Я решила устроить праздник в Киеве. Для того чтобы организовать ей самый лучший день рождения, со мной из Москвы приехало ивент-агентство и 100 аниматоров. У Моники нет в Киеве друзей, и я попросила подруг прийти со своими детьми и взять знакомых. Праздник получился удивительным, и дочка была невероятно счастлива. Ты не представляешь, как Гектор был рад увидеть сестру. (Показывает видео и фотографии.) Она весь вечер не отходила от него, носила на руках. Для Моники нет роднее человека, чем Алина, и пока шел суд, они тоже не могли общаться. Помню, как она звонила мне и говорила: “Мамочка, я так хочу вернуться в прошлое и мерить Алинины туфли…” (Улыбается.) Через несколько дней она улетит в Америку, а я буду жить между двумя странами и строить свою жизнь, исходя из новых обстоятельств.

Моника сильно изменилась за год?
Нет, просто повзрослела. Она часто повторяет: “Я вас всех люблю, пожалуйста, прекратите”.
Аня, ты такой оптимист по жизни, а оптимисты, как известно, во всем видят только положительное. Какой урок для себя ты вынесла?
Я научилась не сдаваться, не молчать и не бояться. Страх губителен. Почему многие женщины, когда их бьют, молчат? Они боятся, и я боялась. Но это путь в никуда! Вы обязаны победить страх ради детей. В мире много добрых людей, которые непременно помогут. Но если молчать, они никогда не узнают, что вам нужна помощь.

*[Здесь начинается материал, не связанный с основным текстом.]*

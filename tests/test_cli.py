"""Commands as a new user runs them: exit codes, what is printed, typing mistakes."""

from __future__ import annotations

import json
import subprocess
import sys
from pathlib import Path

import pytest
from click.testing import CliRunner, Result

from calcgen.cli import main


def run(*arguments: str | Path) -> Result:
    return CliRunner().invoke(main, [str(a) for a in arguments])


@pytest.fixture
def project(tmp_path: Path) -> Path:
    folder = tmp_path / "landing"
    assert run("start", folder).exit_code == 0
    return folder


def edit(project: Path, old: str, new: str) -> None:
    calc = project / "calcs" / "B-01.md"
    text = calc.read_text(encoding="utf-8")
    assert old in text
    calc.write_text(text.replace(old, new), encoding="utf-8")


def test_start_build_and_build_again(project: Path) -> None:
    first = run("build", project)
    assert first.exit_code == 0, first.output
    assert "B-01  satisfied" in first.output
    assert "built" in first.output
    assert (project / "package" / "index.html").is_file()
    again = run("build", project)
    assert again.exit_code == 0
    assert "is up to date" in again.output
    assert "B-01  satisfied" in again.output


def test_an_edit_builds_again_and_is_recorded_with_its_reason(project: Path) -> None:
    run("build", project)
    edit(project, "q_k  = 3.0 kPa", "q_k  = 4.0 kPa")
    result = run("build", project, "--because", "crowd load asked for by the client")
    assert result.exit_code == 0
    assert "recorded" in result.output
    entries = [
        json.loads(line) for line in (project / "trail.jsonl").read_text(encoding="utf-8").splitlines()
    ]
    assert len(entries) == 2
    assert entries[1]["why"] == "crowd load asked for by the client"
    changed = {c["address"]: (c["before"], c["after"]) for c in entries[1]["changes"]}
    before, after = changed["B-01#q_k"]
    assert (before["value"], after["value"]) == (3.0, 4.0)
    assert after["unit"] == "kPa"
    assert changed["B-01#check-bending-at-midspan"][1]["utilisation"] > 0.7


def test_strict_fails_on_an_exceeded_check_only(project: Path) -> None:
    assert run("build", project, "--strict").exit_code == 0
    edit(project, "q_k  = 3.0 kPa", "q_k  = 30 kPa")
    assert run("build", project).exit_code == 0
    result = run("build", project, "--strict")
    assert result.exit_code == 1
    assert "exceeded" in result.output
    assert run("build", project, "--strict").exit_code == 1  # up to date, and still exceeded


def test_an_error_exits_1_and_the_package_shows_no_old_number(project: Path) -> None:
    run("build", project)
    edit(project, "main.W_pl_y*f_y", "main.W_ply*f_y")
    result = run("build", project)
    assert result.exit_code == 1
    assert "calcs/B-01.md:" in result.output
    assert "the nearest property is 'W_pl_y'" in result.output
    page = (project / "package" / "B-01.html").read_text(encoding="utf-8")
    assert "in error" in page
    results = json.loads((project / "package" / "results.json").read_text(encoding="utf-8"))
    assert "M_c_Rd" not in results["calcs"]["B-01"]["values"]
    assert run("build", project).exit_code == 1  # an unchanged error is an error still


def test_a_broken_project_file_leaves_the_last_package(project: Path) -> None:
    run("build", project)
    page = (project / "package" / "index.html").read_bytes()
    (project / "project.toml").write_text("title = ", encoding="utf-8")
    result = run("build", project)
    assert result.exit_code == 1
    assert "project.toml:1:" in result.output
    assert (project / "package" / "index.html").read_bytes() == page


def test_the_same_sources_give_the_same_bytes(project: Path, tmp_path: Path) -> None:
    run("build", project)
    trail = (project / "trail.jsonl").read_bytes()
    run("build", project, "--out", tmp_path / "a")
    (tmp_path / "b" / "x").mkdir(parents=True)
    run("build", project, "--out", tmp_path / "b" / "x" / "package")
    assert (project / "trail.jsonl").read_bytes() == trail
    first = {
        p.relative_to(tmp_path / "a"): p.read_bytes() for p in (tmp_path / "a").rglob("*") if p.is_file()
    }
    second = tmp_path / "b" / "x" / "package"
    assert first == {p.relative_to(second): p.read_bytes() for p in second.rglob("*") if p.is_file()}


OFFICE = """\
# axes = eurocode
# shape = rectangle
designation,h [mm],b [mm]
plank 50,50,200
plank 75,75,{}
"""


def test_profiles_lists_families_and_sections(tmp_path: Path, monkeypatch: pytest.MonkeyPatch) -> None:
    monkeypatch.chdir(tmp_path)
    listed = run("profiles")
    assert listed.exit_code == 0
    assert "IPE " in listed.output
    sections = run("profiles", "ipe", "2?0")  # words are joined
    assert sections.exit_code == 0
    assert sections.output == run("profiles", "IPE 2?0").output
    assert [line.split()[1] for line in sections.output.splitlines()[3:]] == ["200", "220", "240", "270"]
    assert "about the horizontal axis y-y" in sections.output
    manual = Path(__file__).parent.parent / "projects" / "manual" / "calcs" / "M-17-commands.md"
    assert f"\n```\n{sections.output}```\n" in manual.read_text(encoding="utf-8")


def test_profiles_holds_those_of_the_project(project: Path, monkeypatch: pytest.MonkeyPatch) -> None:
    (project / "profiles").mkdir()
    (project / "profiles" / "timber.csv").write_text(OFFICE.format(200), encoding="utf-8")
    listed = run("profiles", "plank *", "--project", project)
    assert listed.exit_code == 0, listed.output
    assert "not published" in listed.output  # its properties are of the outline
    assert "timber" in run("profiles", "--project", project).output
    assert run("profiles", "plank *").exit_code == 1
    monkeypatch.chdir(project)
    assert run("profiles", "plank *").output == listed.output


def test_profiles_lists_what_is_sound_beside_a_fault(project: Path) -> None:
    (project / "profiles").mkdir()
    (project / "profiles" / "timber.csv").write_text(OFFICE.format("2OO"), encoding="utf-8")
    listed = run("profiles", "plank *", "--project", project)
    assert listed.exit_code == 1
    assert "profiles/timber.csv:5:13: error: '2OO' is not a number" in listed.output
    assert "plank 50" in listed.output


@pytest.mark.parametrize(
    ("pattern", "hint"),
    [("IPE 245", "the nearest are IPE 240,"), ("IPF *", "the nearest are IPE"), ("oak", "families are C,")],
)
def test_profiles_without_a_match_tells_what_is_near(pattern: str, hint: str) -> None:
    result = run("profiles", pattern)
    assert result.exit_code == 1
    assert f"no section matches '{pattern}'; {hint}" in result.output


@pytest.mark.parametrize(
    ("arguments", "said"),
    [
        (["profiles", "IPE *", "--project", "no-such-folder"], "there is no folder"),
        (["biuld"], "Did you mean 'build'?"),
        (["build", "--becuase", "x"], "--because"),
        (["build", "no-such-folder"], "there is no folder"),
        (["watch", "--port", "notanumber"], "notanumber"),
    ],
)
def test_wrong_usage_exits_2_with_a_hint(arguments: list[str], said: str) -> None:
    result = run(*arguments)
    assert result.exit_code == 2
    assert said in result.output


def test_a_folder_without_project_is_wrong_usage(tmp_path: Path) -> None:
    result = run("build", tmp_path)
    assert result.exit_code == 2
    assert "no project.toml" in result.output


def test_a_near_folder_is_named(project: Path) -> None:
    assert "did you mean" in run("build", project.parent / "landnig").output


def test_start_overwrites_nothing(project: Path) -> None:
    result = run("start", project)
    assert result.exit_code == 2
    assert "not empty" in result.output


def test_a_folder_that_is_no_package_is_not_replaced(project: Path, tmp_path: Path) -> None:
    mine = tmp_path / "mine"
    mine.mkdir()
    (mine / "letter.txt").write_text("keep", encoding="utf-8")
    result = run("build", project, "--out", mine)
    assert result.exit_code == 1
    assert "error" in result.output
    assert (mine / "letter.txt").read_text(encoding="utf-8") == "keep"


def test_as_a_module_in_a_process_of_its_own() -> None:
    found = subprocess.run(
        [sys.executable, "-m", "calcgen", "--version"], capture_output=True, text=True, check=True
    )
    assert found.stdout.startswith("calcgen")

После черной полосы всегда наступает белая…
Да, и я верю в то, что скоро буду счастливо бегать по пляжу со своими детьми, а вечерами обниматься с любимым человеком. И если первая часть уже осуществилась, то очень скоро сбудется и вторая.

Уже есть кандидаты?
Мне нравится один мужчина, но пока я боюсь. Все же знают, я люблю сложные истории. (Улыбается.) Проводя работу над ошибками, вот что я поняла: все проблемы родом из детства. Свою модель поведения мы берем от родителей, а мои все время ругались и развелись. Именно поэтому я всю жизнь искала в мужчинах заботу, то есть отца, которого у меня не было. У меня в голове нет такой картины: мама и папа меня обнимают. Я всегда жила с чувством, что отец меня бросил, и только недавно узнала, что он меня любил, просто не было возможности сказать это. Сейчас понимаю, что из-за этого синдрома оставленного ребенка не позволяла мужчинам себя любить и убегала. Так я ушла от Максима и сделала ему больно. В чем признаюсь и о чем сожалею. Так было со всеми, никто меня не оставлял одну с ребенком. Я уходила, думая, что недостойна этого прекрасного чувства. Поэтому сейчас я учусь по-настоящему любить, отдавать, открывать свое сердце, и когда научусь, в мою жизнь обязательно придет “тот самый”.